While applying the truncate change, the logical apply worker acquires
RowExclusiveLock on the relation being truncated. This allowed truncate on
the relation at a time by two apply workers which lead to a deadlock. The
reason was that one of the workers after updating the pg_class tuple tries
to acquire SHARE lock on the relation and started to wait for the second
worker which has acquired RowExclusiveLock on the relation. And when the
second worker tries to update the pg_class tuple, it starts to wait for
the first worker which leads to a deadlock.
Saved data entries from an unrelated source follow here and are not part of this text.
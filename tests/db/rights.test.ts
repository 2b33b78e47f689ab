import { randomUUID } from 'node:crypto';
import { afterAll, beforeAll, describe, expect, it } from 'vitest';
import { closePool } from '@/db/client';
import { ROLES, type Actor, type Role } from '@/lib/contracts/actor';
import type { Result } from '@/lib/contracts/result';
import { RIGHTS, reasonNot, type Verb } from '@/lib/contracts/rights';
import { cloneTestDatabase, type TestDatabase } from '@/lib/local/test-database';
import { publishEdition } from '@/lib/services/edition/publish';
import { listInvitations } from '@/lib/services/invitation/list';
import { revokeInvitation } from '@/lib/services/invitation/revoke';
import { sendInvitation } from '@/lib/services/invitation/send';
import { createJob } from '@/lib/services/job/create';
import { findJobByNumber } from '@/lib/services/job/find-by-number';
import { listJobs } from '@/lib/services/job/list';
import { moveJobStage } from '@/lib/services/job/move-stage';
import { readJob } from '@/lib/services/job/read';
import { changeScheme } from '@/lib/services/scheme/change';
import { createScheme } from '@/lib/services/scheme/create';
import { discardScheme } from '@/lib/services/scheme/discard';
import { duplicateScheme } from '@/lib/services/scheme/duplicate';
import { listSchemes } from '@/lib/services/scheme/list';
import { readKitchen } from '@/lib/services/scheme/read-kitchen';
import { readScheme } from '@/lib/services/scheme/read';
import { importSurvey } from '@/lib/services/survey/import';
import { CHOICES, SURVEY } from './kitchen-scene';
import { addContractor, addHousehold, codeOf, type Contractor, type Household } from './scene';

let database: TestDatabase;
let tern: Contractor;
let lane: Household;

beforeAll(async () => {
  database = await cloneTestDatabase();
  tern = await addContractor('tern-hollow');
  lane = await addHousehold(tern);
});

afterAll(async () => {
  await closePool();
  await database.drop();
});

const actorOf = (role: Role): Actor =>
  ({ owner: tern.owner, salesperson: tern.seller, homeowner: lane.guest })[role];

// A job that is not there: who may ask learns that, who may not learns nothing of it.
const jobId = randomUUID();
const schemeId = randomUUID();
const change = { jobId, schemeId, version: 1, changes: [], totalCents: 0 };

const SERVICES: readonly (readonly [string, Verb, (actor: Actor) => Promise<Result<unknown>>])[] = [
  ['listJobs', 'job.list', (actor) => listJobs(actor)],
  ['readJob', 'job.read', (actor) => readJob(actor, { jobId })],
  ['findJobByNumber', 'job.read', (actor) => findJobByNumber(actor, 9999)],
  ['createJob', 'job.create', (actor) => createJob(actor, { name: 'x', address: 'y' })],
  ['moveJobStage', 'job.moveStage', (actor) => moveJobStage(actor, { jobId, to: 'choosing' })],
  ['importSurvey', 'survey.import', (actor) => importSurvey(actor, { jobId, survey: SURVEY })],
  ['publishEdition', 'edition.publish', (actor) => publishEdition(actor, {})],
  [
    'sendInvitation',
    'invitation.send',
    (actor) => sendInvitation(actor, { jobId, email: 'a@b.example', name: 'a' }),
  ],
  ['listInvitations', 'invitation.send', (actor) => listInvitations(actor, { jobId })],
  ['revokeInvitation', 'invitation.revoke', (actor) => revokeInvitation(actor, { invitationId: jobId })],
  ['listSchemes', 'scheme.read', (actor) => listSchemes(actor, { jobId })],
  ['readScheme', 'scheme.read', (actor) => readScheme(actor, { jobId, schemeId })],
  ['readKitchen', 'scheme.read', (actor) => readKitchen(actor, { jobId })],
  ['createScheme', 'scheme.write', (actor) => createScheme(actor, { jobId, name: 'x', choices: CHOICES })],
  ['duplicateScheme', 'scheme.write', (actor) => duplicateScheme(actor, { jobId, schemeId })],
  ['changeScheme', 'scheme.write', (actor) => changeScheme(actor, change)],
  ['discardScheme', 'scheme.write', (actor) => discardScheme(actor, { jobId, schemeId })],
];

describe.each(SERVICES)('%s', (_, verb, ask) => {
  const allowed: readonly Role[] = RIGHTS[verb];

  it.each(ROLES)(`asks the table about ${verb} for the %s`, async (role) => {
    const result = await ask(actorOf(role));
    if (allowed.includes(role)) expect(codeOf(result)).not.toBe('notAllowed');
    else {
      expect(codeOf(result)).toBe('notAllowed');
      expect(result.ok ? '' : result.fault.sentence).toBe(reasonNot(role, verb));
    }
  });
});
Fix it by acquiring
AccessExclusiveLock on the relation before applying the truncate change as
we do for normal truncate operation.

Author: Peter Smith, test case by Haiying Tang
Reviewed-by: Dilip Kumar, Amit Kapila
Backpatch-through: 11
Discussion: https://postgr.es/m/CAHut+PsNm43p0jM+idTvWwiGZPcP0hGrHMPK9TOAkc+a4UpUqw@mail.gmail.com
---
 src/backend/replication/logical/worker.c |  9 +++---
 src/test/subscription/t/010_truncate.pl  | 53 +++++++++++++++++++++++++++++++-
 2 files changed, 57 insertions(+), 5 deletions(-)

diff --git a/src/backend/replication/logical/worker.c b/src/backend/replication/logical/worker.c
index ff887ea..e25ad67 100644
--- a/src/backend/replication/logical/worker.c
+++ b/src/backend/replication/logical/worker.c
@@ -1248,6 +1248,7 @@ apply_handle_truncate(StringInfo s)
 	List	   *relids = NIL;
 	List	   *relids_logged = NIL;
 	ListCell   *lc;
+	LOCKMODE    lockmode = AccessExclusiveLock;
 
 	ensure_transaction();
 
@@ -1258,14 +1259,14 @@ apply_handle_truncate(StringInfo s)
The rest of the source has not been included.